"Hey Mom," said my son, Sandy, on the phone this morning. "Guess what. If you add together all the years that Nick and I have been alive, that's, like, over half a century. You've been raising boys for over half a century! And if you add in Katie, it totals 73 years. If you laid it out flat, that's 73 years of child raising for you. Does that make you feel old?" "Yes. Yes, it does. Old and creaky. Thank you, dear."
"Just doin' my job."
This is the child that called me at 3:00 a.m. this morning to be the first to wish me a happy birthday. I woke up, saw his name on the Caller ID and panicked, knowing that last night he was going rock climbing and he'd said it was more rock jumping than climbing, to practice for when he goes cliff jumping or building jumping or something in some kind of squirrel suit. So I panicked: Oh my god, he fell, he hit his head on a rock, he's in the hospital, he died, what happened, oh my god!
But no.
"Hi Mom, it's 12:01 out here in Santa Monica so that means... IT'S YOUR BIRTHDAY! Just wanted to be the first to wish you a HAPPY BIRTHDAY!"

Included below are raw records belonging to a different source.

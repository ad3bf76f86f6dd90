import type { Knex } from 'knex';

export async function up(knex: Knex): Promise<void> {
  await knex.raw(`
    create table if not exists invitations (
      id char(36) character set ascii collate ascii_bin not null,
      workshop_id char(36) character set ascii collate ascii_bin not null,
      -- Null for an invitation to the workshop itself.
      notebook_id char(36) character set ascii collate ascii_bin null,
      role enum('admin', 'member', 'owner', 'editor', 'viewer') character set ascii not null,
      email varchar(254) character set utf8mb4 collate utf8mb4_bin not null,
      token_hash char(64) character set ascii collate ascii_bin not null,
      invited_by char(36) character set ascii collate ascii_bin null,
      made_at datetime(3) not null default current_timestamp(3),
      sent_at datetime(3) not null default current_timestamp(3),
      sent_count int unsigned not null default 1,
      expires_at datetime(3) not null,
      accepted_at datetime(3) null,
      withdrawn_at datetime(3) null,
      primary key (id),
      unique key invitations_token (token_hash),
      key invitations_workshop (workshop_id, notebook_id),
      key invitations_notebook (notebook_id),
      key invitations_email (email),
      key invitations_inviter (invited_by),
      constraint invitations_role check ((notebook_id is null) = (role in ('admin', 'member'))),
      constraint invitations_email_lower check (email = lower(email)),
      constraint invitations_workshop foreign key (workshop_id) references workshops (id) on delete cascade,
      constraint invitations_notebook foreign key (notebook_id) references notebooks (id) on delete cascade,
      constraint invitations_inviter foreign key (invited_by) references users (id) on delete set null
    ) engine = InnoDB default character set utf8mb4 collate utf8mb4_unicode_ci
  `);
}

export async function down(knex: Knex): Promise<void> {
  await knex.raw('drop table if exists invitations');
}
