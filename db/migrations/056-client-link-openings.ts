import type { Knex } from 'knex';

/** When a link was opened, and nothing of who opened it. */
export async function up(knex: Knex): Promise<void> {
  await knex.raw(`
    create table if not exists client_link_openings (
      number bigint unsigned not null auto_increment,
      link_id char(36) character set ascii collate ascii_bin not null,
      opened_at datetime(3) not null default current_timestamp(3),
      primary key (number),
      key client_link_openings_link (link_id, number),
      constraint client_link_openings_link foreign key (link_id) references client_links (id) on delete cascade
    ) engine = InnoDB default character set utf8mb4 collate utf8mb4_unicode_ci
  `);
}

export async function down(knex: Knex): Promise<void> {
  await knex.raw('drop table if exists client_link_openings');
}
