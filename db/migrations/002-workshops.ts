import type { Knex } from 'knex';

export async function up(knex: Knex): Promise<void> {
  await knex.raw(`
    create table if not exists workshops (
      id char(36) character set ascii collate ascii_bin not null,
      name varchar(120) not null,
      defaults json not null default '{}',
      created_at datetime(3) not null default current_timestamp(3),
      primary key (id)
    ) engine = InnoDB default character set utf8mb4 collate utf8mb4_unicode_ci
  `);
}

export async function down(knex: Knex): Promise<void> {
  await knex.raw('drop table if exists workshops');
}
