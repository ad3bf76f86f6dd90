import type { Knex } from 'knex';

export async function up(knex: Knex): Promise<void> {
  await knex.raw(`
    create table if not exists identities (
      -- Who vouches for the person, and what the person is called there: OpenID Connect's iss and sub.
      issuer varchar(255) character set ascii collate ascii_bin not null,
      subject varchar(255) character set ascii collate ascii_bin not null,
      user_id char(36) character set ascii collate ascii_bin not null,
      linked_at datetime(3) not null default current_timestamp(3),
      primary key (issuer, subject),
      key identities_user (user_id),
      constraint identities_user foreign key (user_id) references users (id) on delete cascade
    ) engine = InnoDB default character set utf8mb4 collate utf8mb4_unicode_ci
  `);
}

export async function down(knex: Knex): Promise<void> {
  await knex.raw('drop table if exists identities');
}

"What?! And you're calling me... because..."
"It's your birthday! HAPPY BIRTHDAY, MOM!"
Silence on my end. He's done this kind of thing before. There is a history here. Back when he was a kid, about 6 or 7, he used to troop over to his father's house but leave my alarm set for some twisted hour of the morning - 2:00 a.m. - 3:00 a.m. - and when I finally figured out that it wasn't a faulty alarm clock that was repeatedly going off, that one of my own children was actually planning this diabolical middle-of-the-night rousing, I said, "Sandy, why are you doing this?"
"I do it so you'll think of me."
"Dear, I do think of you, but when my alarm goes off at 3:00 o'clock in the morning, I'm not thinking good thoughts of you."
"Mom, any thought of me is a good thought, you know that."
That was back when he was a kid, yet I suppose I should still expect a middle-of-the-night rousing now and then, and I shouldn't have been so surprised when the phone rang at 3:00 o'clock this morning. And if you add up all the years I've been raising up children, it is, indeed, 73 child years, and what a nice, new measurement tool for one's life. Today I am 53 years old, and I have spent 73 years raising children. Go me!